The Redeemer of Lost Dreams

December 15, 2009

A couple of years ago I went through the darkest valley of my life. It was the day after almost a year of fertility treatments. It was a year marked by weekly doctors appointments, experimenting with drug prescriptions, up and down emotions, and month after month all I got was disappointing news.

Until one day. It was a day that had become part of my monthly fertility routine. It was the day I would go to the doctor to find out of it “worked”. And this day, began like any of the others.

I walked up the 2 flights of stairs and into the doctors office. The nurse at the front desk, who I knew by name, greeted me with the same look of anticipation on her face. “This is the month”, she would say to me.
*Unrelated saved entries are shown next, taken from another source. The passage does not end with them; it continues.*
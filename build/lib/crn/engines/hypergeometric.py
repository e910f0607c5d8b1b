"""Hypergeometric samplers for populations up to 2**60, in numba nopython code.

numpy refuses populations of 10**9 and more and numba's own sampler draws one
item at a time. These samplers take int64 counts, cost O(1) expected time per
draw for any population size, and keep log-probability ratios accurate at
2**60 by never subtracting two large log-factorials: a difference
``ln Gamma(a + d) - ln Gamma(a)`` is written through Stirling's series as
``d ln a + a log1pmx(d / a) + (d - 1/2) log1p(d / a) + ...``, whose terms are
each of the size of the result, and the ``d ln a`` parts of several factorials
are combined into ``d`` times a sum of ``log1p`` of exact integer ratios.

Draws with a mode below :data:`INVERSION_MODE` use inversion from zero; larger
ones use the ratio-of-uniforms method with the table-mountain hat of
Stadlober (HRUA). The multivariate sampler draws one colour after the other
from its conditional univariate hypergeometric law.

References
----------
Stadlober, "The ratio of uniforms approach for generating discrete random
variates", J. Comput. Appl. Math. 31:181-189, 1990; Stadlober, "Sampling from
Poisson, binomial and hypergeometric distributions: ratio of uniforms as a
simple and fast alternative", Math. Statist. Sektion 303, Forschungszentrum
Graz, 1989. Kinderman, Monahan, "Computer generation of random variables
using the ratio of uniform deviates", ACM TOMS 3:257-260, 1977.
"""

from __future__ import annotations

import math

import numba
import numpy as np

__all__ = [
    "MAX_POPULATION",
    "INVERSION_MODE",
    "hypergeometric",
    "multivariate_hypergeometric",
    "hypergeometric_draw",
    "multivariate_hypergeometric_draw",
    "log_factorial_ratio",
]

#: Largest population the samplers accept (int64 counts with headroom for sums).
MAX_POPULATION = 2**60
#: Below this mode the univariate sampler inverts the distribution function from 0.
INVERSION_MODE = 16

_STIRLING_MIN = 30.0  # Stirling's series (to z**-7) is exact to ~1e-17 from here on
_D1 = 1.7155277699214135  # 2 sqrt(2 / e): table-mountain hat of the ratio-of-uniforms method
_D2 = 0.8989161620588988  # 3 - 2 sqrt(3 / e)


@numba.njit(cache=True)
def _log1pmx(t):
    """``log1p(t) - t`` without cancellation for small ``|t|`` (t > -1).

    The Taylor series is cut where the next term is below 1e-16 of the first.
    """
    at = abs(t)
    if at > 0.1:
        return math.log1p(t) - t
    if at < 1e-4:  # -t^2/2 + t^3/3 - t^4/4 + t^5/5
        return t * t * (-0.5 + t * (1.0 / 3.0 + t * (-0.25 + t * 0.2)))
    if at < 1e-2:  # through t^9
        return t * t * (-0.5 + t * (1.0 / 3.0 + t * (-0.25 + t * (0.2 + t * (
            -1.0 / 6.0 + t * (1.0 / 7.0 + t * (-0.125 + t * (1.0 / 9.0))))))))
    total = 0.0  # through t^19
    for k in range(19, 1, -1):
        total = t * total + (1.0 / k if k % 2 == 1 else -1.0 / k)
    return t * t * total


@numba.njit(cache=True)
def _stirling_tail(z):
    """``ln Gamma(z) - ((z - 1/2) ln z - z + ln(2 pi) / 2)`` for z >= 30."""
    r = 1.0 / z
    r2 = r * r
    return r * (1.0 / 12.0 - r2 * (1.0 / 360.0 - r2 * (1.0 / 1260.0 - r2 / 1680.0)))


@numba.njit(cache=True)
def _lgamma_excess(a, d):
    """``ln Gamma(a + d) - ln Gamma(a) - d ln a`` for a, a + d >= 30 (floats of integers)."""
    t = d / a
    if abs(t) <= 0.1:
        lm = _log1pmx(t)
        return a * lm + (d - 0.5) * (t + lm) + _stirling_tail(a + d) - _stirling_tail(a)
    return (a * _log1pmx(t) + (d - 0.5) * math.log1p(t)
            + _stirling_tail(a + d) - _stirling_tail(a))


@numba.njit(cache=True)
def log_factorial_ratio(top, bottom):
    """``ln(top!) - ln(bottom!)`` for int64 ``top, bottom >= 0``, accurate when both are huge.

    Parameters
    ----------
    top, bottom : int

    Returns
    -------
    float
    """
    a = float(bottom) + 1.0
    d = float(top - bottom)
    if a < _STIRLING_MIN or a + d < _STIRLING_MIN:
        return math.lgamma(float(top) + 1.0) - math.lgamma(a)
    return d * math.log(a) + _lgamma_excess(a, d)


@numba.njit(cache=True)
def _four_term_log_ratio(x1, x2, x3, x4, d):
    """``ln`` of ``f(k) / f(m)`` for ``f(k) = 1 / (k! (g-k)! (s-k)! (b-s+k)!)``, k = m + d.

    ``x1..x4`` are the int64 arguments at the mode m: ``m, g - m, s - m,
    b - s + m``; the factorials at k take ``x1 + d, x2 - d, x3 - d, x4 + d``.
    """
    lead = 0.0  # d times the sum of +-ln(x + 1) over the Stirling-evaluated terms
    total = 0.0
    fd = float(d)
    a1 = float(x1) + 1.0
    a2 = float(x2) + 1.0
    a3 = float(x3) + 1.0
    a4 = float(x4) + 1.0
    big1 = a1 >= _STIRLING_MIN and a1 + fd >= _STIRLING_MIN
    big2 = a2 >= _STIRLING_MIN and a2 - fd >= _STIRLING_MIN
    big3 = a3 >= _STIRLING_MIN and a3 - fd >= _STIRLING_MIN
    big4 = a4 >= _STIRLING_MIN and a4 + fd >= _STIRLING_MIN
    if big1:
        total -= _lgamma_excess(a1, fd)
    else:
        total -= math.lgamma(a1 + fd) - math.lgamma(a1)
    if big2:
        total -= _lgamma_excess(a2, -fd)
    else:
        total -= math.lgamma(a2 - fd) - math.lgamma(a2)
    if big3:
        total -= _lgamma_excess(a3, -fd)
    else:
        total -= math.lgamma(a3 - fd) - math.lgamma(a3)
    if big4:
        total -= _lgamma_excess(a4, fd)
    else:
        total -= math.lgamma(a4 + fd) - math.lgamma(a4)
    # The leading terms are d (ln a2 + ln a3 - ln a1 - ln a4); pair them as
    # log1p of exact integer differences so that near the mode they cancel cleanly.
    if big1 and big2:
        lead += math.log1p(float(x2 - x1) / a1)
    else:
        if big1:
            lead -= math.log(a1)
        if big2:
            lead += math.log(a2)
    if big3 and big4:
        lead += math.log1p(float(x3 - x4) / a4)
    else:
        if big3:
            lead += math.log(a3)
        if big4:
            lead -= math.log(a4)
    return total + fd * lead


@numba.njit(cache=True)
def _log_first(s, g, n):
    """``ln P(X = 0)`` for X ~ HG(s draws, g good, n items), without cancellation.

    ``P(0) = prod_{i<d} (n - e - i) / (n - i)`` with d = min(s, g), e = max(s, g).
    """
    d = min(s, g)
    e = max(s, g)
    a_low = float(n - d - e) + 1.0
    a_high = float(n - d) + 1.0
    if a_low < _STIRLING_MIN:
        return log_factorial_ratio(n - e, n - e - d) - log_factorial_ratio(n, n - d)
    fd = float(d)
    return (fd * math.log1p(-float(e) / a_high)
            + _lgamma_excess(a_low, fd) - _lgamma_excess(a_high, fd))


@numba.njit(cache=True)
def _inversion(rng, s, g, b):
    """Inversion from 0 for HG(s draws, g good, b bad), s <= b (small mode)."""
    top = min(s, g)
    p0 = math.exp(_log_first(s, g, g + b))
    while True:
        p = p0
        u = rng.random()
        k = 0
        while u > p and k < top:
            u -= p
            p *= float(g - k) * float(s - k) / (float(k + 1) * float(b - s + k + 1))
            k += 1
        if u <= p:
            return k
        # rounding left u above the whole mass (probability ~1e-16): draw again


@numba.njit(cache=True)
def _hrua(rng, s, g, b):
    """Ratio of uniforms (Stadlober's HRUA) for HG(s draws, g good, b bad), s, g <= N/2."""
    n = g + b
    fs = float(s)
    fn = float(n)
    p = float(g) / fn
    mean = fs * p
    var = (fn - fs) * fs * p * (1.0 - p) / (fn - 1.0)
    a = mean + 0.5
    c = math.sqrt(var + 0.5)
    h = _D1 * c + _D2
    top = min(s, g)
    m = int(math.floor((fs + 1.0) * (float(g) + 1.0) / (fn + 2.0)))
    m = max(0, min(m, top))
    bound = min(float(top) + 1.0, math.floor(a + 16.0 * c))
    x1 = m
    x2 = g - m
    x3 = s - m
    x4 = b - s + m
    # Fast path: while |k - m| stays below `reach`, all four factorials use Stirling's
    # series and the leading logarithms and Stirling tails at the mode are constants.
    a1 = float(x1) + 1.0
    a2 = float(x2) + 1.0
    a3 = float(x3) + 1.0
    a4 = float(x4) + 1.0
    reach = min(min(a1, a2), min(a3, a4)) - _STIRLING_MIN
    lead = math.log1p(float(x2 - x1) / a1) + math.log1p(float(x3 - x4) / a4)
    tails = _stirling_tail(a1) + _stirling_tail(a2) + _stirling_tail(a3) + _stirling_tail(a4)
    while True:
        u = rng.random()
        v = rng.random()
        if u == 0.0:
            continue
        x = a + h * (v - 0.5) / u
        if x < 0.0 or x >= bound:
            continue
        k = int(math.floor(x))
        fd = float(k - m)
        if abs(fd) < reach:
            t = fd * lead + tails - (_stirling_tail(a1 + fd) + _stirling_tail(a2 - fd)
                                     + _stirling_tail(a3 - fd) + _stirling_tail(a4 + fd))
            t -= _core(a1, fd) + _core(a2, -fd) + _core(a3, -fd) + _core(a4, fd)
        else:
            t = _four_term_log_ratio(x1, x2, x3, x4, k - m)
        if u * (4.0 - u) - 3.0 <= t:  # quick acceptance: 2 ln u <= u (4 - u) - 3
            return k
        if u * (u - t) >= 1.0:  # quick rejection: 2 ln u >= u - 1/u
            continue
        if 2.0 * math.log(u) <= t:
            return k


@numba.njit(cache=True)
def _core(a, d):
    """``_lgamma_excess`` without the Stirling tails."""
    t = d / a
    lm = _log1pmx(t)
    if abs(t) <= 0.1:
        return a * lm + (d - 0.5) * (t + lm)
    return a * lm + (d - 0.5) * math.log1p(t)


@numba.njit(cache=True)
def hypergeometric_draw(rng, draws, good, total):
    """Number of good items among ``draws`` taken without replacement (numba kernel).

    Parameters
    ----------
    rng : numpy.random.Generator
        Passed into nopython code.
    draws, good, total : int
        ``0 <= draws, good <= total <= MAX_POPULATION``; not checked here.

    Returns
    -------
    int
    """
    if draws == 0 or good == 0:
        return 0
    bad = total - good
    if bad == 0:
        return draws
    if draws == total:
        return good
    g = min(good, bad)
    s = min(draws, total - draws)
    b = total - g
    mode = (float(s) + 1.0) * (float(g) + 1.0) / (float(total) + 2.0)
    if mode < INVERSION_MODE:
        x = _inversion(rng, s, g, b)
    else:
        x = _hrua(rng, s, g, b)
    if good > bad:
        x = s - x
    if draws > total - draws:
        x = good - x
    return x


@numba.njit(cache=True)
def multivariate_hypergeometric_draw(rng, colors, draws, out):
    """Draw ``draws`` items without replacement from urns of ``colors`` (numba kernel).

    One colour after the other: the count of colour i is hypergeometric
    given the draws left and the items of the colours not yet visited.

    Parameters
    ----------
    rng : numpy.random.Generator
    colors : ndarray of int64, shape (k,)
        Items of each colour; their sum must not exceed ``MAX_POPULATION``.
    draws : int
        At most ``colors.sum()``.
    out : ndarray of int64, shape (k,)
        Receives the count drawn of each colour.
    """
    left = 0
    for i in range(colors.shape[0]):
        left += colors[i]
    for i in range(colors.shape[0]):
        ci = colors[i]
        if draws == 0 or ci == 0:
            out[i] = 0
        else:
            x = hypergeometric_draw(rng, draws, ci, left)
            out[i] = x
            draws -= x
        left -= ci


@numba.njit(cache=True)
def _many(rng, draws, good, total, size):
    out = np.empty(size, dtype=np.int64)
    for i in range(size):
        out[i] = hypergeometric_draw(rng, draws, good, total)
    return out


@numba.njit(cache=True)
def _many_multi(rng, colors, draws, size):
    out = np.empty((size, colors.shape[0]), dtype=np.int64)
    for i in range(size):
        multivariate_hypergeometric_draw(rng, colors, draws, out[i])
    return out


def _whole(name, value):
    if isinstance(value, bool) or not isinstance(value, int | np.integer):
        raise TypeError(f"`{name}` must be an integer, got {value!r}")
    return int(value)


def hypergeometric(ngood, nbad, nsample, size=None, rng=None):
    """Hypergeometric draws valid for populations up to 2**60.

    Parameters
    ----------
    ngood, nbad : int
        Good and bad items, ``ngood + nbad <= 2**60``.
    nsample : int
        Items drawn without replacement, ``0 <= nsample <= ngood + nbad``.
    size : int, optional
        Number of independent draws; a scalar when omitted.
    rng : numpy.random.Generator, int, SeedSequence or None

    Returns
    -------
    int or ndarray of int64, shape (size,)
        Good items drawn.

    Raises
    ------
    ValueError
        For negative counts, a population above 2**60 or too large a sample.

    References
    ----------
    Stadlober, J. Comput. Appl. Math. 31:181-189, 1990 (ratio of uniforms, HRUA).

    Examples
    --------
    >>> x = hypergeometric(2**58, 2**59, 2**40, rng=1)
    >>> abs(x - 2**40 / 3) < 10 * 2**20
    True
    """
    ngood, nbad, nsample = (_whole(k, v) for k, v in
                            (("ngood", ngood), ("nbad", nbad), ("nsample", nsample)))
    total = ngood + nbad
    if min(ngood, nbad, nsample) < 0:
        raise ValueError("`ngood`, `nbad` and `nsample` must be non-negative")
    if total > MAX_POPULATION:
        raise ValueError(f"population ngood + nbad must be at most 2**60, got {total}")
    if nsample > total:
        raise ValueError(f"`nsample` ({nsample}) exceeds the population ({total})")
    rng = np.random.default_rng(rng)
    if size is None:
        return int(_many(rng, nsample, ngood, total, 1)[0])
    return _many(rng, nsample, ngood, total, int(size))


def multivariate_hypergeometric(colors, nsample, size=None, rng=None):
    """Multivariate hypergeometric draws valid for populations up to 2**60.

    Parameters
    ----------
    colors : array_like of int, shape (k,)
        Items of each colour, sum at most 2**60.
    nsample : int
        Items drawn without replacement, at most ``sum(colors)``.
    size : int, optional
        Number of independent draws.
    rng : numpy.random.Generator, int, SeedSequence or None

    Returns
    -------
    ndarray of int64, shape (k,) or (size, k)

    Raises
    ------
    ValueError
        For negative counts, a population above 2**60 or too large a sample.
    """
    nsample = _whole("nsample", nsample)
    values = [_whole("colors", c) for c in np.asarray(colors, dtype=object).reshape(-1)]
    if min(values, default=0) < 0 or nsample < 0:
        raise ValueError("`colors` and `nsample` must be non-negative")
    if sum(values) > MAX_POPULATION:
        raise ValueError(f"the population sum(colors) must be at most 2**60, got {sum(values)}")
    if nsample > sum(values):
        raise ValueError(f"`nsample` ({nsample}) exceeds the population ({sum(values)})")
    rng = np.random.default_rng(rng)
    arr = np.array(values, dtype=np.int64)
    out = _many_multi(rng, arr, nsample, 1 if size is None else int(size))
    return out[0] if size is None else out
I would go back for a blood test and an ultrasound with the reproductive specialist. This is where the normal day began to stray from what I had always known.

Usually the doctor would look at the ultrasound and give a frown. He would say, “well, doesn’t look like anything, let’s try again for next month.” Only this time, there was no frown. There was no, “well…” Instead there was a glimmer in his eyes. “Kate,” he said. “You’re pregnant.”

My heart leaped and my eyes welled with tears of disbelief. He told me to call back in a few hours to confirm the blood test. And so I did. For many of you who have been following the blog or watched our video, you would know that the phone call to confirm the blood test became a phone call filled with apologies and sadness from the nurse, informing me that the doctor was mistaken. I was not pregnant.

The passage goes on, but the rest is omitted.